The best summary of the article, PET and MRI show differences in cerebral asymmetry and functional connectivity between homo- and heterosexual subjects, authored by lead researchers Ivanka Savic and Per Linstrom of the Stockholm Brain Institute in Sweden, is provided by Richard Monastersky on the Chronicle of Higher Education’s News Blog:
Is There a Gay Brain? Imagine Study Finds Anatomical Clues
[Neuroscience researchers] found that the brains of homosexual men and heterosexual women were more symmetrical than the brains of heterosexual men and homosexual women. A similar difference emerged when the researchers looked in particular at the amygdala, a brain region associated with emotional reactions. Heterosexual women and homosexual men had more connections between their right and left amygdala and more connections with other brain regions than did homosexual women and heterosexual men.

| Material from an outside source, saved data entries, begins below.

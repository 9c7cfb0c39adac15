package sampledata

import (
	"slices"
	"strconv"
)

// Kinds of file in a generated corpus. A file's Kind says which composer made it;
// near-duplicates carry KindTransposed or KindResaved and directly follow the file
// they duplicate; damaged files carry "damaged/" and the DamagedCase name.
const (
	KindPerformance = "performance"          // expressive solo piano, unquantized, pedal, rubato tempo events
	KindTimecode    = "timecode-performance" // the same, written with SMPTE division
	KindEnsemble    = "ensemble"             // quantized band arrangement, several programs, drums
	KindLeadSheet   = "lead-sheet"           // melody, chords, bass (and drums) in one format-0 track
	KindSwing       = "swing"                // swung eighths or 12/8 shuffle, walking bass, ride cymbal
	KindOddMeter    = "odd-meter"            // 7/8, 5/4, 6/8, 3/4 and meter changes, tempo changes
	KindPatternBank = "pattern-bank"         // format 2: each track an independent drum-and-bass pattern
	KindTransposed  = "transposed"           // the previous file's piece shifted in pitch
	KindResaved     = "resaved"              // the previous file's piece saved at another PPQ
	KindDamaged     = "damaged"              // prefix of the Kind of damaged files: "damaged/<case>"
)

// Invented datasets: the folder of each kind.
const (
	// DatasetRecitals is the Velmora Conservatory's recital archive: solo piano
	// performances captured from a MIDI-equipped grand in its recital hall.
	DatasetRecitals = "velmora-recitals"
	// DatasetBand is the Tollemere Town Band's arrangement library: sequenced
	// arrangements and lead sheets made for rehearsal tracks.
	DatasetBand = "tollemere-band"
	// DatasetStudio is Kestrel Lane Studio's sketchbook: swing charts, odd-meter
	// studies and drum-and-bass pattern banks.
	DatasetStudio = "kestrel-lane"
	// DatasetSalvage holds the damaged files, recovered from the band's old floppy disks.
	DatasetSalvage = "tollemere-salvage"
)

var datasetOf = map[string]string{
	KindPerformance: DatasetRecitals, KindTimecode: DatasetRecitals,
	KindEnsemble: DatasetBand, KindLeadSheet: DatasetBand,
	KindSwing: DatasetStudio, KindOddMeter: DatasetStudio, KindPatternBank: DatasetStudio,
}

// piece is a composed file before it is written.
type piece struct {
	kind      string
	title     string
	slug      string
	scores    []*score // one, or one per track for format 2
	lay       layout
	quantized bool
}

// tempo bounds every generated Set Tempo stays within: 40..240 BPM.
const (
	minTempoUS = 250_000
	maxTempoUS = 1_500_000
)

func usOfBPM(bpm int) int64 { return 60_000_000 / int64(bpm) }

func clampTempo(us int64) int64 { return max(minTempoUS, min(maxTempoUS, us)) }

func randomKey(r *rng, minorPct int) key {
	return key{tonic: r.intn(12), minor: r.chance(minorPct)}
}

func progsFor(k key) [][]int {
	if k.minor {
		return minorProgressions
	}
	return majorProgressions
}

// General MIDI 1 programs (0-based, from memory of the GM1 sound set).
var (
	leadPrograms    = []uint8{56, 65, 66, 73, 71, 40, 68} // trumpet, alto and tenor sax, flute, clarinet, violin, oboe
	counterPrograms = []uint8{57, 60, 70, 42, 71}         // trombone, french horn, bassoon, cello, clarinet
	chordPrograms   = []uint8{0, 4, 48, 61, 16, 24, 25}   // grand, e-piano, strings, brass section, organ, guitars
	bassPrograms    = []uint8{32, 33, 34, 58, 43}         // acoustic, finger, pick bass, tuba, contrabass
	pianoPrograms   = []uint8{0, 0, 0, 0, 1}              // acoustic grand, bright acoustic
)

func forms(r *rng) string { return pick(r, []string{"AABA", "ABA", "AB", "ABAB", "AAB"}) }

// composePerformance writes a solo piano piece and performs it: tempo rubato as tempo
// events on every beat, onsets spread by human timing, velocity dynamics and
// sustain pedal.
func composePerformance(r *rng, ppq int64) *score {
	s, bars := scorePerformance(r)
	s.resample(ppq)
	perform(r, s, bars, ppq, 0)
	return s
}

Scientists have spent decades looking for brain differences between homosexual and heterosexual people and since the early 1990s have been finding anatomical distinctions in regions associated with sexual behavior. The new study suggests broader brain differences between homosexual and heterosexual men and women, even in regions not linked to sexual attraction.
The BBC article where I first read of this study can be found here.
In 2005, Dr. Savic was the lead researcher on another neuroscientific investigation about the “gay brain.” The title of that article, also published by PNAS, is Brain response to putative phermones in homosexual men.
In this 2005 study, it was discovered — as the title of the article says — that “the brains of homosexual men respond more like those of women when reacting to a chemical derived from the male sex hormone.” [Source]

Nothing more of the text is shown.